Sat. January 12, 2019
Chicago, IL -
About two weeks ago, I had the flu from Hell. Symptoms included a headache, fever, exhaustion, sore throat, sore muscles, night sweats, and everyone's favorite – diarrhea. Those symptoms also happen to describe the early stages of HIV.
As a gay man, that's always something I have to consider. I take my health very seriously, though I couldn't help but contemplate the possibility that I hadn't been as careful as I thought. I spent several hours that I should have been sleeping looking at various statistics on the odds of contracting HIV. I cherry-picked the data in an attempt to reassure myself that I did not have the virus.
The next day I walked into a Howard Brown Health Center (shout out for the great work they do) and got myself an HIV test. Thankfully, it came back negative.
As I left the clinic, I couldn't help but think about how lucky I am. I have a great job that lets me live in a nice apartment in a major US city with easy access to healthcare, and – most importantly – great insurance. Even if I had tested positive, I could immediately get on treatment for HIV and the cost would not be a concern.

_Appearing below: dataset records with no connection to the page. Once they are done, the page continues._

import { readdirSync, readFileSync } from 'node:fs';
import path from 'node:path';
import { NextRequest } from 'next/server';
import { describe, expect, test } from 'vitest';
import { NAV_ITEMS } from '@/components/shell/nav-items';
import { withUser } from '@/lib/api/handler';
import { rolesForPath } from '@/lib/auth/page-roles';
import { rolesFor } from '@/lib/domain/roles';

function routeFiles(dir = 'app'): string[] {
  return readdirSync(dir, { withFileTypes: true }).flatMap((entry) => {
    const full = path.join(dir, entry.name);
    if (entry.isDirectory()) return routeFiles(full);
    return entry.name === 'route.ts' ? [full] : [];
  });
}

describe('route handlers that change data', () => {
  const changing = routeFiles().flatMap((file) =>
    [
      ...readFileSync(file, 'utf8').matchAll(
        /export\s+(const|async\s+function|function)\s+(POST|PUT|PATCH|DELETE)\b(.*)/g,
      ),
    ].map((match) => ({ file, kind: match[1]!, method: match[2]!, rest: match[3]! })),
  );

  test.each(changing.map((c) => [`${c.method} ${c.file}`, c]))(
    '%s goes through withUser (Origin check, actor, roles)',
    (_label, c) => {
      expect(c.kind).toBe('const');
      expect(c.rest).toMatch(/^\s*=\s*withUser(<[^(]*>)?\(/);
    },
  );

  test.each([
    ['no Origin header', undefined],
    ['a foreign Origin', 'https://elsewhere.example'],
  ])('withUser refuses a changing request with %s before it looks for a session', async (_label, origin) => {
    let ran = false;
    const handler = withUser(async () => {
      ran = true;
      return new Response('changed');
    });
    const request = new NextRequest('http://127.0.0.1:4310/api/anything', {
      method: 'POST',
      headers: origin ? { origin } : {},
    });
    const response = await handler(request, { params: Promise.resolve({}) });
    expect(response.status).toBe(403);
    expect(await response.json()).toMatchObject({ error: 'forbidden' });
    expect(ran).toBe(false);
  });
});

describe('pages that need a role', () => {
  test.each([
    ['/admin/users', ['admin']],
    ['/admin/users/new', ['admin']],
    ['/audit', ['admin', 'approver']],
    ['/auditor', null],
    ['/plates', null],
    ['/', null],
  ])('%s needs %o', (pathname, roles) => {
    expect(rolesForPath(pathname)).toEqual(roles);
  });

  test('a navigation entry is shown to exactly the roles its page lets in', () => {
    for (const item of NAV_ITEMS) {
      const roles = item.capability === null ? [] : rolesFor(item.capability);
      expect([...roles].sort(), item.href).toEqual([...(rolesForPath(item.href) ?? [])].sort());
    }
  });
});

Back in June, I couldn't say the same thing. I was working in West-Central Illinois, making less than half my current salary with terrible insurance. Trying to get healthcare as an LGBTQ person was a joke. To get a routine HIV test, I once had to call around to several healthcare providers, one of which assumed I was shooting heroin into my veins. When I finally got an appointment at the local health department, they kept me waiting for an hour before telling me the lady who administers the test doesn't work there anymore, and I was sent home.

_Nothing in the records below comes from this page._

import { describe, expect, test } from 'vitest';
import { blockScaleOfHeader, decideBlockScale, readBlock, type BlockResult } from '@/lib/imports/block-scale';
import { guessMapping } from '@/lib/imports/guess-mapping';
import type { BlockScale } from '@/lib/imports/import-fields';
import { columnMappingSchema, type ColumnMappingInput } from '@/lib/imports/mapping-schema';
import { formatForWellCount, wellFromIndex } from '@/lib/imports/plate-format';
import type { Cell, SheetData } from '@/lib/imports/spreadsheet-types';
import { validatePlateSheet } from '@/lib/imports/validate-plate-sheet';
import type { PlateFormat } from '@/lib/domain/plate-formats';
import { computeFractionalBlock, type BlockWell } from '@/lib/science/fit/block';
import { analysePlate, type AnalysisReadout, type AnalysisWell } from '@/lib/science/plate-analysis';
import { checkWells, type QcWell } from '@/lib/science/qc/qc';

describe('reading a block cell', () => {
  test.each<[Cell, BlockScale, boolean, BlockResult]>([
    [0.5, 'fraction', false, { ok: true, value: 0.5 }],
    [50, 'percent', false, { ok: true, value: 0.5 }],
    ['37.5', 'percent', false, { ok: true, value: 0.375 }],
    ['37,5', 'percent', true, { ok: true, value: 0.375 }],
    ['42 %', 'fraction', false, { ok: true, value: 0.42 }],
    [-10, 'percent', false, { ok: true, value: -0.1 }],
    [null, 'percent', false, { ok: true, value: null }],
    ['n/a', 'fraction', false, { ok: true, value: null }],
    ['NA', 'fraction', false, { ok: true, value: null }],
    ['high', 'percent', false, { ok: false, code: 'not_numeric', detail: '"high" is not a number' }],
    ['50 pA', 'percent', false, { ok: false, code: 'not_numeric', detail: '"50 pA" is not a number' }],
    [
      Infinity,
      'fraction',
      false,
      { ok: false, code: 'not_finite', detail: '"Infinity" is not a finite number' },
    ],
  ])('%j in %s (decimal comma %s)', (cell, scale, decimalComma, expected) => {
    expect(readBlock(cell, scale, decimalComma)).toEqual(expected);
  });

  test.each<[string, BlockScale | null]>([
    ['% Inhibition', 'percent'],
    ['Inhibition (%)', 'percent'],
    ['Block percent', 'percent'],
    ['Pct block', 'percent'],
    ['Fractional block', 'fraction'],
    ['Block (0-1)', 'fraction'],
    ['Block', null],
    ['Inhibition', null],
  ])('the header %j says %s', (header, expected) => {
    expect(blockScaleOfHeader(header)).toBe(expected);
  });

  test.each<[string, BlockScale | 'guess', Cell[], BlockScale]>([
    ['the mapping decides', 'fraction', [80, 95], 'fraction'],
    ['the header decides', 'guess', [0.1], 'percent'],
    ['a value beyond 2 is percent', 'guess', [0.1, 85.5], 'percent'],
    ['values within ±2 are a fraction', 'guess', [0.1, 0.95, -0.2, null], 'fraction'],
    ['a value written with %', 'guess', ['1.5%'], 'percent'],
  ])('%s', (name, chosen, cells, expected) => {
    const header = name === 'the header decides' ? 'Inhibition %' : 'Block';
    expect(decideBlockScale(chosen, header, cells, false)).toBe(expected);
  });
});

describe('running well numbers', () => {
  test.each<[number, PlateFormat, string | null]>([
    [1, 96, 'A01'],
    [12, 96, 'A12'],
    [13, 96, 'B01'],
    [96, 96, 'H12'],
    [97, 96, null],
    [25, 384, 'B01'],
    [384, 384, 'P24'],
    [1536, 1536, 'AF48'],
    [0, 96, null],
  ])('well %i of a %i-well plate is %s', (index, format, label) => {
    expect(wellFromIndex(index, format)?.label ?? null).toBe(label);
  });

  test.each<[number, PlateFormat | null]>([
    [1, 96],
    [96, 96],
    [97, 384],
    [384, 384],
    [385, 1536],
    [1537, null],
  ])('%i wells fit a %s-well plate', (count, format) => {
    expect(formatForWellCount(count)).toBe(format);
  });
});

const sheet = (rows: Cell[][]): SheetData => ({ name: 'Inhibition', rows, decimalComma: false });
const OPTIONS = { knownCompounds: ['GW-0001'], knownTargets: ['Nav1.7'] };
const HEADER: Cell[] = ['Well #', 'Control', 'Compound', 'Conc. (nM)', 'Baseline peak (nA)', '% Inhibition'];
const MAPPING: ColumnMappingInput = {
  columns: {
    well: 'Well #',
    role: 'Control',
    compound: 'Compound',
    concentration: 'Conc. (nM)',
    controlCurrent: 'Baseline peak (nA)',
    block: '% Inhibition',
  },
  units: { concentration: 'nM', controlCurrent: 'nA' },
  roleValues: { 'Low control': 'vehicle', 'High control': 'reference', Sample: 'test' },
  fixedTarget: 'Nav1.7',
};

describe('a sheet giving the block directly, wells by running number', () => {
  test('the block is read as a fraction and the wells are placed along the rows', () => {
    const preview = validatePlateSheet(
      sheet([
        HEADER,
        [1, 'Low control', null, null, 1.2, 3.5],
        [2, 'High control', null, null, 1.1, 96],
        [14, 'Sample', 'GW-0001', 300, 0.9, 48.25],
        ['100', 'Sample', 'GW-0001', 300, 0.9, null],
      ]),
      MAPPING,
      OPTIONS,
    );
    expect(preview.issues.map((i) => i.message)).toEqual([]);
    expect(preview.plate?.format).toBe(384);
    expect(preview.plate?.wells.map((w) => [w.position, w.readouts[0]!.givenBlock])).toEqual([
      ['A01', 0.035],
      ['A02', 0.96],
      ['A14', 0.4825],
      ['E04', null],
    ]);
    expect(preview.plate?.wells[2]!.readouts[0]!.compoundCurrent_pA).toBeNull();
  });

  test.each<[string, Partial<ColumnMappingInput>, Cell, PlateFormat | undefined, string]>([
    [
      'well number 0',
      {},
      0,
      undefined,
      'Sheet "Inhibition", row 2, column A "Well #": well number 0 names no well; running well numbers start at 1 (well A1).',
    ],
    [
      'a number beyond the chosen format',
      {},
      97,
      96,
      'Sheet "Inhibition", row 2, column A "Well #": well number 97 is beyond a 96-well plate (rows A–H, columns 1–12), which has 96 wells.',
    ],
    [
      'a number beyond the largest plate',
      {},
      2000,
      undefined,
      'Sheet "Inhibition", row 2, column A "Well #": well number 2000 is beyond a 1536-well plate (rows A–AF, columns 1–48), which has 1536 wells.',
    ],
    [
      'a label where the mapping says running numbers',
      { wellNames: 'index' },
      'B3',
      undefined,
      'Sheet "Inhibition", row 2, column A "Well #": "B3" is not a running well number; number the wells 1, 2, 3 … along the rows (A1 = 1), or choose well names like A1 on the mapping step.',
    ],
    [
      'a number where the mapping says labels',
      { wellNames: 'label' },
      12,
      undefined,
      'Sheet "Inhibition", row 2, column A "Well #": "12" is not a well position; write it as a row letter and column number, like A1 or A01.',
    ],
  ])('%s', (_name, extra, well, plateFormat, message) => {
    const preview = validatePlateSheet(
      sheet([HEADER, [well, 'Sample', 'GW-0001', 300, 0.9, 48]]),
      { ...MAPPING, ...extra },
      { ...OPTIONS, ...(plateFormat ? { plateFormat } : {}) },
    );
    expect(preview.issues.filter((i) => i.field === 'well').map((i) => i.message)).toEqual([message]);
  });

  test('a block that is not a number is an error of its row', () => {
    const preview = validatePlateSheet(
      sheet([HEADER, [1, 'Sample', 'GW-0001', 300, 0.9, 'high']]),
      MAPPING,
      OPTIONS,
    );
    expect(preview.issues.map((i) => i.message)).toEqual([
      'Sheet "Inhibition", row 2, column F "% Inhibition": block: "high" is not a number.',
    ]);
  });

  test('with a block column the currents need no column; without one they do', () => {
    expect(columnMappingSchema.safeParse(MAPPING).success).toBe(true);
    const withoutBlock = { ...MAPPING, columns: { ...MAPPING.columns, block: null } };
    const result = columnMappingSchema.safeParse(withoutBlock);
    expect(result.error?.issues.map((i) => i.message)).toEqual([
      'Choose the column that holds the compound current.',
    ]);
  });

  test('the guess finds the block column and its scale', () => {
    const guess = guessMapping(sheet([HEADER, [1, 'Sample', 'GW-0001', 300, 0.9, 48]]));
    expect(guess.mapping.columns.block).toBe('% Inhibition');
    expect(guess.mapping.units.block).toBe('percent');
    expect(guess.missingFields).not.toContain('compoundCurrent');
  });
});

describe('the science on a block given directly', () => {
  const well = (id: string, role: BlockWell['role'], givenBlock: number | null): BlockWell => ({
    wellId: id,
    target: 'Nav1.7',
    role,
    controlCurrent_pA: null,
    compoundCurrent_pA: null,
    givenBlock,
    excluded: false,
  });

  test('its ratio is 1 − block, corrected for run-down as currents are', () => {
    const [target] = computeFractionalBlock([
      well('v1', 'vehicle', 0.1),
      well('v2', 'vehicle', 0.1),
      well('r1', 'reference', 0.91),
      well('t1', 'test', 0.55),
      well('t2', 'test', null),
    ]);
    expect(target!.vehicleMeanRatio).toBeCloseTo(0.9, 12);
    expect(target!.wells.map((w) => w.block)).toEqual([
      expect.closeTo(0, 12),
      expect.closeTo(0, 12),
      expect.closeTo(0.9, 12),
      expect.closeTo(0.5, 12),
      null,
    ]);
  });

  const qcWell = (role: QcWell['role'], givenBlock: number | null, control: number | null = 900): QcWell => ({
    wellId: 'w',
    role,
    controlCurrent_pA: control,
    compoundCurrent_pA: null,
    givenBlock,
    sealResistance_GOhm: 1,
    seriesResistance_MOhm: 10,
    capacitance_pF: 20,
  });

  test.each<[string, QcWell, string[]]>([
    ['a block and no compound current passes', qcWell('test', 0.4), []],
    ['a missing block fails', qcWell('test', null), ['The block is missing.']],
    [
      "a vehicle well's run-down is its block",
      qcWell('vehicle', 0.3),
      ['Vehicle well ran down by 30 %, more than the limit of 20 %.'],
    ],
    [
      'the control current is still checked where given',
      qcWell('test', 0.4, 50),
      ['Control current 50 pA is smaller than the minimum amplitude of 200 pA.'],
    ],
  ])('%s', (_name, input, messages) => {
    const [result] = checkWells([input], { vehicleRundownMax_fraction: 0.2, controlCurrentMin_pA: 200 });
    expect(result!.reasons.map((r) => r.message)).toEqual(messages);
  });

  test('without any control current the control-current rule is not applied', () => {
    const wells: AnalysisWell[] = ['v', 'r', 't'].map((id) => ({
      id,
      role: id === 'v' ? 'vehicle' : id === 'r' ? 'reference' : 'test',
      compoundId: id === 't' ? 'C1' : null,
      concentration_uM: id === 't' ? 1 : null,
      sealResistance_GOhm: 1,
      seriesResistance_MOhm: 10,
      capacitance_pF: 20,
      excluded: false,
    }));
    const readouts: AnalysisReadout[] = wells.map((w, i) => ({
      id: `r${i}`,
      wellId: w.id,
      target: 'Nav1.7',
      controlCurrent_pA: null,
      compoundCurrent_pA: null,
      givenBlock: [0.05, 0.95, 0.5][i]!,
    }));
    const analysis = analysePlate(wells, readouts, { thresholds: { controlCurrentMin_pA: 200 } });
    expect(analysis.qcRulesNotApplied.map((r) => r.message)).toEqual([
      'The control current rule (at least 200 pA) was not applied: no well has a control current. The other QC rules, Z′ and the fits still run.',
    ]);
    expect(analysis.readouts.map((r) => r.qcReasons)).toEqual([[], [], []]);
    expect(analysis.readouts.every((r) => r.used)).toBe(true);
  });
});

Knowing my status back then would have been useless information anyway. With my insurance, treatment wasn't really an option. Isentress, the drug I likely would have been prescribed had I tested positive, is $12,864 per patient per year and the copay card maybe covers half of that. Meanwhile, I was living paycheck-to-paycheck with an insurance plan that didn't pay out anything until I hit an over $3000 deductible. In that part of the country, people have to drive about 140 miles to St. Louis in order to find a doctor who knew about PrEP - nevermind treatment for HIV - so add transportation costs to that. Basically, I would have known I was slowly dying, without the financial means to stop it.
There are so many more stories like mine of people who just don't have resources and access to care. Many poor people are trying to figure out their care plan while scared, choosing between thousands of dollars of debt and their lives. Those are the lucky ones – the unlucky ones live in rural areas that keep healthcare literally out of reach.
The separation between the poor and the average person is not such a huge divide either. According to a Bankrate survey last year, Fifty-seven percent of Americans don't have enough cash to cover a $500 unexpected expense. If you lost your job, your COBRA insurance alone could easily cost over $500, forcing you to either risk financial ruin without insurance or get on an Obamacare bronze plan which, while a step in the right direction, is far from good insurance.
While I've been an advocate for universal healthcare for years, my health scare has strengthened my belief in a single-payer system. As a country, we already pay an inordinate amount for healthcare – about $10,000 per person – and for all that money we don't get a lot back. We are ranked 31st in life expectancy, and nearly a quarter of the world has a lower infant mortality rate. Our country's healthcare is consistently ranked dead last among developed nations. There's something profoundly un-American about that.